(INFORMATION PROVIDED Opens)

def _background_start(model: Model, edges: np.ndarray, n: np.ndarray, scale: np.ndarray,
                      mask: np.ndarray | None, bstart: np.ndarray, is_fixed: np.ndarray,
                      lower: np.ndarray, upper: np.ndarray) -> np.ndarray:
    """Background-only binned fit (on ``mask`` bins; fixed background parameters stay
    fixed) -> full parameter vector."""
    v = bstart.copy()
    for _, _, iy in model._blocks[:-1]:
        v[iy] = 0.0
    _, bsl, biy = model._blocks[-1]
    free = np.array([i for i in [*range(bsl.start, bsl.stop), biy] if not is_fixed[i]], int)
    if free.size == 0:
        return v
    m = mask if mask is not None else np.ones(n.size, bool)
    if not is_fixed[biy]:
        v[biy] = max(float(n[m].sum()), 1.0)
    cost = _BinnedCost(model, v, free, [], edges, n, scale, mask)
    lo, hi = lower[free].copy(), upper[free].copy()
    mo = _minimize(cost, np.clip(v[free], lo, hi), lo, hi,
                   [model.parameter_names[i] for i in free], edm_goal=1e-2)
    out = v.copy()
    out[free] = mo.x
    return out


def _smooth_excess(c: np.ndarray, n: np.ndarray, b: np.ndarray, sigma: float) -> np.ndarray:
    d = c[:, None] - c[None, :]
    k = np.exp(-0.5 * (d / sigma) ** 2)
    num = k @ (n - b)
    den = np.sqrt(np.maximum(k @ np.maximum(b, 1e-9), 1e-9))
    return num / den
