"""Progress bars: a hidden bar loads nothing, a shown one is tqdm's and counts what it is told.

Why it matters: ``tqdm.auto`` costs ~40-70 ms of CPU to import (it looks for notebook
widgets), on the critical path of every quiet run (``-q``, a pipe, a test, a batch job).
"""

from __future__ import annotations

import io
import subprocess
import sys
import textwrap

from peaksift._progress import bar


def test_quiet_work_imports_no_tqdm():
    # the engines' map and the toys with progress off, in a fresh interpreter: tqdm must
    # not be among the loaded modules afterwards
    code = textwrap.dedent("""
        import sys
        import numpy as np
        from peaksift import MassHistogram
        from peaksift.execution import map_tasks
        from peaksift.stats.scan_inputs import _prepare_model
        from peaksift.stats.toys import run_toys

        assert map_tasks(abs, [1, -2, 3], progress=False) == [1, 2, 3]
        x = 100.0 + np.random.default_rng(1).exponential(100.0, 5000)
        h = MassHistogram(bins=100, range=(100.0, 500.0)).fill(x)
        model, _, _ = _prepare_model(h, "gaussian", "exponential", np.linspace(150, 450, 7),
                                     relative_resolution=0.01, window=None,
                                     natural_width=None, blind=None, signal_params=None,
                                     bins=None)
        run_toys(model, 8, seed=3, batch=4, progress=False)
        print("tqdm" in sys.modules)
    """)
    done = subprocess.run([sys.executable, "-c", code], capture_output=True, text=True,
                          check=True)
    assert done.stdout.strip() == "False", done.stderr


def test_shown_bar_is_tqdm_and_counts():
    from tqdm.auto import tqdm

    out = io.StringIO()
    b = bar(5, shown=True, desc="things", unit="thing", file=out)
    assert isinstance(b, tqdm)
    b.update(2)
    b.update(3)
    assert b.n == 5
    b.close()
    assert "things" in out.getvalue()


def test_hidden_bar_takes_the_same_calls():
    b = bar(5, shown=False, desc="things", unit="thing", leave=False)
    b.update(2)
    b.update()
    b.close()
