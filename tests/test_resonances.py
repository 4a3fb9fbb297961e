"""Known-particle matching against the particle-data tables (source: the `particle` package)."""

from __future__ import annotations

import math

import numpy as np
import pytest

from peaksift.errors import ConfigError
from peaksift.resonances import fitted_widths, lookup, match_known, pair_charge

particle = pytest.importorskip("particle")
Particle = particle.Particle


def _z():
    return Particle.from_pdgid(23)  # particle package: Z0


def test_z_found_near_its_table_mass():
    z = _z()
    m_z = z.mass / 1000.0  # particle package, MeV -> GeV
    matches = match_known(91.19, error=0.05, resolution=2.0, charge=0)
    assert matches, "the Z must match a peak at 91.19 GeV"
    assert matches[0].name == z.name == "Z0"
    assert matches[0].mass == pytest.approx(m_z, rel=1e-12)
    assert matches[0].width == pytest.approx(z.width / 1000.0, rel=1e-12)


def test_distance_combines_errors_in_quadrature():
    z = _z()
    m_z, gamma = z.mass / 1000.0, z.width / 1000.0
    dm = 0.5 * (z.mass_upper + z.mass_lower) / 1000.0
    err, res = 0.4, 1.8
    sigma = math.sqrt(err**2 + res**2 + (gamma / 2) ** 2 + dm**2)  # module guide formula
    peak = m_z + 2.5 * sigma
    (first, *_) = match_known(peak, error=err, resolution=res, charge=0)
    assert first.name == "Z0"
    assert first.distance_sigma == pytest.approx(2.5, rel=1e-9)
    # just beyond 3 combined sigma the Z no longer matches
    far = match_known(m_z + 3.01 * sigma, error=err, resolution=res, charge=0)
    assert "Z0" not in [k.name for k in far]


def test_nothing_where_no_neutral_state_exists():
    # Independent look at the tables: no neutral, non-nucleus, non-quark entry lies in 150-170 GeV
    # (particle package; its H0 entry lies at 125 GeV, and the top quark is a quark).
    near = [
        p for p in Particle.all()
        if p.mass is not None and 150_000 < p.mass < 170_000 and p.charge == 0
        and not p.pdgid.is_nucleus and not p.pdgid.is_quark
    ]
    assert near == []
    assert match_known(160.0, error=0.3, resolution=1.6, charge=0) == []


def test_charge_must_fit_the_pair():
    # Delta(1232)++ (particle package, PDG id 2224) is doubly charged: a same-sign pair can be
    # one, an opposite-charge pair cannot.
    delta = Particle.from_pdgid(2224)
    m = delta.mass / 1000.0
    same = [k.name for k in match_known(m, error=0.001, resolution=0.001, charge=pair_charge("same"))]
    opp = [k.name for k in match_known(m, error=0.001, resolution=0.001, charge=0)]
    assert delta.name in same
    assert delta.name not in opp
    assert all(abs(k.charge) == 2 for k in match_known(m, error=0.001, charge=2))
    assert all(k.charge == 0 for k in match_known(m, error=0.001, charge=0))


def test_sorted_nearest_first_without_antiparticle_duplicates():
    b0 = Particle.from_pdgid(511)  # particle package: B0, its antiparticle is -511
    out = match_known(b0.mass / 1000.0, error=0.02, resolution=0.05, charge=0)
    d = [k.distance_sigma for k in out]
    assert d == sorted(d)
    ids = [abs(k.pdgid) for k in out]
    assert len(ids) == len(set(ids))
    assert 511 in [k.pdgid for k in out]
    assert -511 not in [k.pdgid for k in out]


def test_table_oddities_skipped():
    # a huge error sweeps a wide range: still no nuclei, quarks or mass-less entries
    out = match_known(91.19, error=10.0, resolution=0.0, charge=None)
    assert out and all(k.mass > 0 for k in out)
    for k in out:
        pid = particle.PDGID(k.pdgid)
        assert not pid.is_nucleus and not pid.is_quark and not pid.is_diquark


def test_pair_charge_rules():
    assert pair_charge("opposite") == 0
    assert pair_charge("same") == 2
    assert pair_charge("any") is None


def test_lookup_by_name_and_suggestion():
    assert lookup("Z0").pdgid == 23
    with pytest.raises(ConfigError, match="did you mean 'Z0'"):
        lookup("Z")


def test_table_read_from_the_particle_file_equals_the_packages_loader():
    # source: the `particle` package's own loader (Particle.all(), its default tables with the
    # nuclei), filtered here by the module guide's rules; peaksift reads only the particle
    # file, into a class of its own, and must neither load nor change Particle's table.
    # A fresh interpreter, so that no earlier test has loaded the class-wide table.
    import subprocess
    import sys

    code = r"""
import json
from particle import Particle, PDGID
from particle.particle.enums import Status
from peaksift.resonances import _table
ours = [(e.name, e.pdgid, e.mass, e.mass_error, e.width, e.charge) for e in _table()]
untouched = not Particle.table_loaded()
ref, seen = [], set()
for p in sorted(Particle.all(), key=lambda q: (abs(int(q.pdgid)), -int(q.pdgid))):
    pid = PDGID(int(p.pdgid))
    if abs(int(pid)) in seen or p.mass is None or not pid.is_valid:
        continue
    if pid.is_nucleus or pid.is_quark or pid.is_diquark or pid.is_generator_specific:
        continue
    if pid.is_technicolor or p.status in (Status.Further, Status.NotInPDT):
        continue
    seen.add(abs(int(pid)))
    up = p.mass_upper or 0.0
    lo = p.mass_lower if p.mass_lower is not None else up
    ref.append((p.name, int(pid), p.mass / 1e3, 0.5 * (up + lo) / 1e3,
                (p.width or 0.0) / 1e3, float(p.charge or 0.0)))
print(json.dumps({"untouched": untouched, "same": ours == ref, "n": len(ours)}))
"""
    out = subprocess.run([sys.executable, "-c", code], capture_output=True, text=True,
                         check=True)
    got = __import__("json").loads(out.stdout)
    assert got["untouched"], "building the table loaded or changed Particle's own table"
    assert got["same"] and got["n"] > 200  # exact equality: the same file, the same floats


def test_a_measured_width_keeps_only_states_of_that_width():
    # The phi(1020) as the hadron demo measures it (Voigt, width 4.36 +- 0.22 MeV).  Source:
    # the particle package: phi(1020) width 4.249 +- 0.013 MeV; f(0)(980), 60 +- 50 MeV, sits
    # within its width of the same mass, so the mass rule alone keeps it.
    phi, f0 = Particle.from_name("phi(1020)"), Particle.from_name("f(0)(980)")
    m, dm = phi.mass / 1000.0, 0.067e-3
    by_mass = [k.name for k in match_known(m, error=dm, resolution=0.3e-3, charge=0)]
    assert phi.name in by_mass and f0.name in by_mass
    by_width = match_known(m, error=dm, resolution=0.3e-3, charge=0, width=(4.36e-3, 0.22e-3))
    assert [k.name for k in by_width] == [phi.name]
    # a state whose table range [G - dG-, G + dG+] misses the fit's 3-sigma interval is out
    for k in match_known(m, error=dm, resolution=0.3e-3, charge=0, width=(20e-3, 1e-3)):
        p = Particle.from_pdgid(k.pdgid)
        low, high = (p.width - p.width_lower) / 1e3, (p.width + p.width_upper) / 1e3
        assert low <= 23e-3 and high >= 17e-3


def test_a_narrow_gaussian_peak_is_not_a_broad_state():
    # Z0 (particle package): width 2.4955 GeV.  A Gaussian of sigma 2.0 GeV at its mass is a
    # Z seen with 2 GeV resolution; one of sigma 0.1 +- 0.01 GeV (FWHM 0.31 GeV, twice 0.61)
    # cannot be a state 2.5 GeV wide.
    z = _z()
    m = z.mass / 1000.0
    assert "Z0" in [k.name for k in match_known(m, error=0.05, charge=0, sigma=(2.0, 0.05))]
    assert "Z0" not in [k.name for k in match_known(m, error=0.05, charge=0, sigma=(0.1, 0.01))]


def test_a_gaussian_fitted_to_a_breit_wigner_still_matches_its_state():
    # A narrow Breit-Wigner (the phi(1020)'s table mass and width, particle package) smeared
    # by a 0.3 MeV Gaussian resolution over a flat background, fitted with peaksift's Gaussian:
    # the fitted sigma must not exclude the phi (the width rule's factor 2 margin).
    import peaksift

    phi = Particle.from_name("phi(1020)")
    m0, gamma = phi.mass / 1000.0, phi.width / 1000.0
    rng = np.random.default_rng(11)
    sig = m0 + 0.5 * gamma * rng.standard_cauchy(6000) + rng.normal(0.0, 0.3e-3, 6000)
    masses = np.concatenate([sig, rng.uniform(1.0, 1.04, 4000)])
    masses = masses[(masses > 1.0) & (masses < 1.04)]
    fr = peaksift.fit(masses, window=(1.0, 1.04), bins=80, signal="gaussian",
                      background="bernstein")
    s = fr.to_dict()["parameters"]["sigma"]
    out = match_known(s_mass := fr.to_dict()["parameters"]["mass"]["value"],
                      error=fr.to_dict()["parameters"]["mass"]["error"], resolution=0.3e-3,
                      charge=0, **fitted_widths(fr.to_dict()["parameters"]))
    assert abs(s_mass - m0) < 0.5e-3
    assert 2.3548 * s["value"] < 1.5 * gamma  # the fit really is about the peak's width
    assert phi.name in [k.name for k in out]


def test_fitted_widths_leaves_fixed_parameters_out():
    params = {"width": {"value": 4e-3, "error": 0.0, "fixed": True},
              "sigma": {"value": 3e-4, "error": 6e-5, "fixed": False}}
    assert fitted_widths(params) == {"sigma": (3e-4, 6e-5)}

(INFORMATION PROVIDED Closes)

GOAL OF THE EXERCISE. Using the records above, copy all lines that include the word "else".

EXERCISE ANSWER.
    m = mask if mask is not None else np.ones(n.size, bool)
    lo = p.mass_lower if p.mass_lower is not None else up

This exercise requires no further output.